The City watchdog is looking into whether Connaught fully disclosed its financial problems to investors ahead of last month’s shock profits warning.
The news comes in the wake of yesterday’s dire trading update which saw Connaught’s share price tumble 69% as the firm confirmed it was seeking extra cash to pay suppliers as debts soared beyond £120m and banking covenants are likely to be breached.
Analysts are now predicting debt levels to exceed £200m by the end of next month as the share price slide saw Connaught’s market value fall to £44.3m.
The second FSA probe follows an initial investigation into a share sale by one of the firm’s directors two days before last month’s profit warning.
Peter Jones was removed as managing director of its northern division, as Connaught called in lawyers and began an internal inquiry.
Yesterday’s announcement has spooked subcontractors who are worried about getting paid.
One told the Enquirer: “The whole situation is getting dire and our main worry is that Connaught has run out of cash to pay us.”
A Connaught spokesman told the Enquirer: “We do have good relationships with our subcontractors and have been in discussions with them.
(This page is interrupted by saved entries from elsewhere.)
"""Several windings: what must hold between their inductances, and ``gapfield windings``."""

import json
from dataclasses import replace
from pathlib import Path

import numpy as np
import pytest

import femag as fm
from femag import cli
from femag.coupled_windings import WindingMatrix, winding_matrix
from femag.design import turns_per_area
from femag.field.adapt import adapted_solution, inductance_bounds
from femag.field.bounds import Bounds, both_sides
from femag.field.design_problem import field_problem
from femag.field.response import refined_response, response
from femag.mesh import coarse_mesh

INNER = fm.Winding(50, fm.Block(6.4e-3, 8e-3, -4.8e-3, 4.8e-3), "inner")
OUTER = fm.Winding(10, fm.Block(8.4e-3, 10e-3, -4.8e-3, 4.8e-3), "outer")
LOW = fm.Winding(8, fm.Block(8.4e-3, 10e-3, -4.8e-3, -0.2e-3), "low")
HIGH = fm.Winding(12, fm.Block(8.4e-3, 10e-3, 0.2e-3, 4.8e-3), "high")


@pytest.fixture
def two(pot_26_16: fm.Design) -> fm.Design:
    return replace(pot_26_16, windings=(INNER, OUTER), tolerance=5e-3)


@pytest.fixture
def three(pot_26_16: fm.Design) -> fm.Design:
    return replace(pot_26_16, windings=(INNER, LOW, HIGH), tolerance=5e-3)


def overlap(one: Bounds, other: Bounds) -> bool:
    return one.lower <= other.upper and other.lower <= one.upper


def in_series(found: WindingMatrix, signs: dict[str, int]) -> Bounds:
    """The inductance of windings in series, aiding or opposing, from the matrix."""
    places = [(found.names.index(name), sign) for name, sign in signs.items()]
    terms = [
        found.inductance[i][j] if si == sj else Bounds(*(
            -end for end in (found.inductance[i][j].upper, found.inductance[i][j].lower)
        ))
        for i, si in places
        for j, sj in places
    ]  # fmt: skip
    return Bounds(sum(t.lower for t in terms), sum(t.upper for t in terms), "H")


def test_the_diagonal_is_the_inductance_of_each_winding(two: fm.Design) -> None:
    found = winding_matrix(two)
    for place, winding in enumerate(two.windings):
        alone = fm.solve(replace(two, driven=(winding.name,)), tolerance=1e-3).inductance
        assert found.inductance[place][place].relative_half_width <= two.tolerance
        assert overlap(found.inductance[place][place], alone)


def test_aiding_and_opposing_series_are_sums_of_the_matrix(two: fm.Design) -> None:
    found = winding_matrix(two, 1e-3)
    aiding = fm.solve(replace(two, driven=("inner", "outer")), tolerance=1e-3).inductance
    assert overlap(in_series(found, {"inner": 1, "outer": 1}), aiding)
    turned = {
        region: -density
        for region, density in turns_per_area(replace(two, driven=("outer",))).items()
    }
    problem = field_problem(two)
    problem = replace(problem, turns_per_area={**problem.turns_per_area, **turned})
    opposing = inductance_bounds(adapted_solution(problem, 1.0, 1e-3)[0])
    assert overlap(in_series(found, {"inner": 1, "outer": -1}), opposing)
    assert opposing.upper < aiding.lower


def test_linkages_are_reciprocal_on_either_side(three: fm.Design) -> None:
    assert max(winding_matrix(three).reciprocity) < 1e-12


def test_turns_scale_what_they_must(two: fm.Design) -> None:
    found = winding_matrix(two)
    more = winding_matrix(replace(two, windings=(replace(INNER, turns=150), OUTER)))
    for scale, (i, j) in ((9, (0, 0)), (3, (0, 1)), (1, (1, 1))):
        assert more.inductance[i][j].value == pytest.approx(
            scale * found.inductance[i][j].value, rel=1e-9
        )
    (before,), (after,) = found.pairs, more.pairs
    assert after.leakage_of_first.value == pytest.approx(9 * before.leakage_of_first.value)
    assert after.leakage_of_second.value == pytest.approx(before.leakage_of_second.value)
    assert after.coupling.value == pytest.approx(before.coupling.value, rel=1e-9)
    assert after.forward_ratio.value == pytest.approx(before.forward_ratio.value / 3, rel=1e-9)


def test_the_order_of_the_windings_does_not_matter(two: fm.Design) -> None:
    (one,), (other,) = (
        winding_matrix(replace(two, windings=windings, driven=("inner",))).pairs
        for windings in ((INNER, OUTER), (OUTER, INNER))
    )
    assert (other.first, other.second) == ("outer", "inner")
    assert overlap(one.leakage_of_first, other.leakage_of_second)
    assert overlap(one.leakage_of_second, other.leakage_of_first)
    assert overlap(one.coupling, other.coupling)
    assert overlap(one.forward_ratio, other.backward_ratio)
    assert overlap(one.series_of_first, other.series_of_second)


def test_the_numbers_of_a_pair_belong_together(two: fm.Design) -> None:
    found = winding_matrix(two, 1e-3)
    (pair,) = found.pairs
    (first, mutual), (_, second) = ([b.value for b in row] for row in found.inductance)
    lost = 1.0 - pair.coupling.value**2
    assert 0.0 < pair.coupling.lower < pair.coupling.upper < 1.0
    assert pair.leakage_of_first.value == pytest.approx(lost * first, rel=2e-3)
    assert pair.leakage_of_second.value == pytest.approx(lost * second, rel=2e-3)
    assert pair.opposed_inductance.upper >= pair.leakage_of_first.lower
    assert pair.forward_ratio.value == pytest.approx(mutual / first, rel=1e-4)
    assert pair.backward_ratio.value == pytest.approx(mutual / second, rel=1e-4)
    assert pair.magnetising_inductance.value == pytest.approx(5 * mutual, rel=1e-9)
    total = pair.magnetising_inductance.value + pair.series_of_first.value
    assert total == pytest.approx(first, rel=1e-9)
    total = pair.magnetising_inductance.value / 25 + pair.series_of_second.value
    assert total == pytest.approx(second, rel=1e-9)


def test_leakage_is_as_close_as_the_inductance_though_it_is_a_thirtieth_of_it(
    two: fm.Design,
) -> None:
    (pair,) = winding_matrix(two).pairs
    assert pair.leakage_of_first.relative_half_width < two.tolerance
    assert pair.series_of_first.half_width < pair.magnetising_inductance.half_width / 3
    fine = winding_matrix(two, 1e-4).pairs[0]
    for name in ("leakage_of_first", "leakage_of_second", "coupling", "forward_ratio",
                 "opposed_inductance", "series_of_first", "series_of_second"):  # fmt: skip
        coarse_one, fine_one = getattr(pair, name), getattr(fine, name)
        assert overlap(coarse_one, fine_one), name
        assert fine_one.half_width < coarse_one.half_width, name


def test_three_windings_are_worth_their_series_connection(three: fm.Design) -> None:
    found = winding_matrix(three, 1e-3)
    assert [(pair.first, pair.second) for pair in found.pairs] == [
        ("inner", "low"), ("inner", "high"), ("low", "high"),
    ]  # fmt: skip
    together = fm.solve(replace(three, driven=("inner", "low", "high"))).inductance
    assert overlap(in_series(found, {"inner": 1, "low": 1, "high": 1}), together)
    halves = fm.solve(replace(three, driven=("low", "high"))).inductance
    assert overlap(in_series(found, {"low": 1, "high": 1}), halves)
    for pair in found.pairs:
        assert 0.0 < pair.coupling.lower < pair.coupling.upper < 1.0


def test_a_magnet_changes_nothing_in_a_linear_core(two: fm.Design) -> None:
    magnet = fm.Magnet(remanence=0.4, recoil_permeability=1.05)
    filled = replace(two, gaps=(fm.Gap(0.5e-3, permeability=1.05),))
    with_magnet = replace(two, gaps=(fm.Gap(0.5e-3, magnet=magnet),))
    assert winding_matrix(with_magnet).inductance == winding_matrix(filled).inductance


def test_saturation_lowers_the_matrix_at_the_bias_and_hardly_the_leakage(two: fm.Design) -> None:
    design = replace(two, material=fm.FroehlichCurve(2000, 0.45, 2))
    weak, strong = winding_matrix(design), winding_matrix(replace(design, current=5.0))
    linear = winding_matrix(two)
    assert weak.inductance[0][0].value == pytest.approx(
        winding_matrix(replace(design, current=1e-6)).inductance[0][0].value, rel=0.01
    )
    assert overlap(winding_matrix(replace(design, current=1e-6)).inductance[0][0],
                   linear.inductance[0][0])  # fmt: skip
    assert strong.inductance[0][0].value < 0.2 * linear.inductance[0][0].value
    assert strong.pairs[0].opposed_inductance.value == pytest.approx(
        linear.pairs[0].opposed_inductance.value, rel=0.01
    )


def test_the_diagonal_at_a_bias_is_the_slope_of_the_flux_linkage(two: fm.Design) -> None:
    design = replace(two, material=fm.FroehlichCurve(2000, 0.45, 2), current=2.5)
    low, high = (fm.solve(design, current=2.5 + step, tolerance=3e-4) for step in (-0.02, 0.02))
    slope = (high.flux_linkage - low.flux_linkage) / 0.04
    assert winding_matrix(design, 1e-3).inductance[0][0].value == pytest.approx(slope, rel=5e-3)


def test_local_gaps_sum_to_the_width(three: fm.Design) -> None:
    problem = field_problem(three)
    excitations = [
        turns_per_area(replace(three, driven=(winding.name,))) for winding in three.windings
    ]
    found = response(both_sides(problem, coarse_mesh(problem.section)), excitations)
    for mix in ([1.0, 0.0, 0.0], [1.0, -2.0, 0.5]):
        currents = np.array(mix)
        width = currents @ (found.upper - found.lower) @ currents
        assert found.local_gap(currents).sum() == pytest.approx(width, rel=1e-6)
        assert found.local_gap(currents).min() >= 0.0
    finer = refined_response(found, [np.array([1.0, 0.0, 0.0])])
    assert np.all(np.linalg.eigvalsh(found.upper - finer.upper) > 0.0)
    assert np.all(np.linalg.eigvalsh(finer.lower - found.lower) > 0.0)


def test_one_winding_is_refused_in_one_line(
    tmp_path: Path, pot_26_16: fm.Design, capsys: pytest.CaptureFixture[str]
) -> None:
    file = tmp_path / "one.toml"
    file.write_text(fm.design_toml(pot_26_16))
    assert cli.main(["windings", str(file)]) == 2
    error = capsys.readouterr().err
    assert error == (
        f"gapfield: {file}: winding: one winding couples to none; accepted: two [[winding]] or "
        "more\n"
    )


@pytest.mark.parametrize(
    ("options", "line"),
    [
        (["--tolerance", "2"], "--tolerance = 2.0: tolerance out of range"),
        (["--tolerance", "0"], "--tolerance = 0.0: tolerance out of range"),
        (["--current", "3"], "--current = '3': "),
        (["--json", "{design}"], "--json = "),
    ],
)
def test_bad_options_get_one_line(
    tmp_path: Path,
    two: fm.Design,
    capsys: pytest.CaptureFixture[str],
    options: list[str],
    line: str,
) -> None:
    file = tmp_path / "two.toml"
    file.write_text(fm.design_toml(two))
    assert cli.main(["windings", str(file), *(o.format(design=file) for o in options)]) == 2
    error = capsys.readouterr().err
    assert line in error
    assert error.count("\n") == 1


def test_the_command_prints_80_columns_and_writes_every_key(
    tmp_path: Path, two: fm.Design, capsys: pytest.CaptureFixture[str]
) -> None:
    file, answer = tmp_path / "two.toml", tmp_path / "windings.json"
    named = (replace(INNER, name="[bold] primary"), OUTER)
    file.write_text(fm.design_toml(replace(two, windings=named, title="two windings")))
    assert cli.main(["windings", str(file), "--json", str(answer)]) == 0
    printed = capsys.readouterr().out
    assert max(len(line.rstrip()) for line in printed.splitlines()) <= 80
    for words in ("two windings", "[bold] primary, 50 turns", "coupling", "rigorous"):
        assert words in printed
    document = json.loads(answer.read_text())
    windings = document["windings"]
    assert windings["names"] == ["[bold] primary", "outer"]
    assert windings["turns"] == [50, 10]
    assert windings["inductance_matrix"][0][1] == windings["inductance_matrix"][1][0]
    for key in ("coupling", "leakage", "turns_ratio"):
        assert windings[key][0][0] is None
        assert windings[key][0][1]["lower"] < windings[key][0][1]["upper"]
    assert windings["leakage"][0][1]["value"] > 20 * windings["leakage"][1][0]["value"]
    assert windings["turns_ratio"][0][1]["value"] == pytest.approx(0.2, rel=0.02)
    assert len(windings["equivalents"]) == 1


def test_solve_points_to_the_command(
    tmp_path: Path, two: fm.Design, capsys: pytest.CaptureFixture[str]
) -> None:
    file = tmp_path / "two.toml"
    file.write_text(fm.design_toml(two))
    assert cli.main(["solve", str(file)]) == 0
    assert "gapfield windings" in capsys.readouterr().out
“The important thing to emphasise is that we have every intention of paying them.”
The firm is believed to be looking at significant job cuts among its 10,000 employees as it trys to reduce costs.
The latest share price fall means the firm has lost more than 90% of its value since June 25 when it warned that public sector spending cuts would wipe £80m off revenues this financial year, and said chief executive-Mark Tincknell and finance director Stephen Hill were leaving.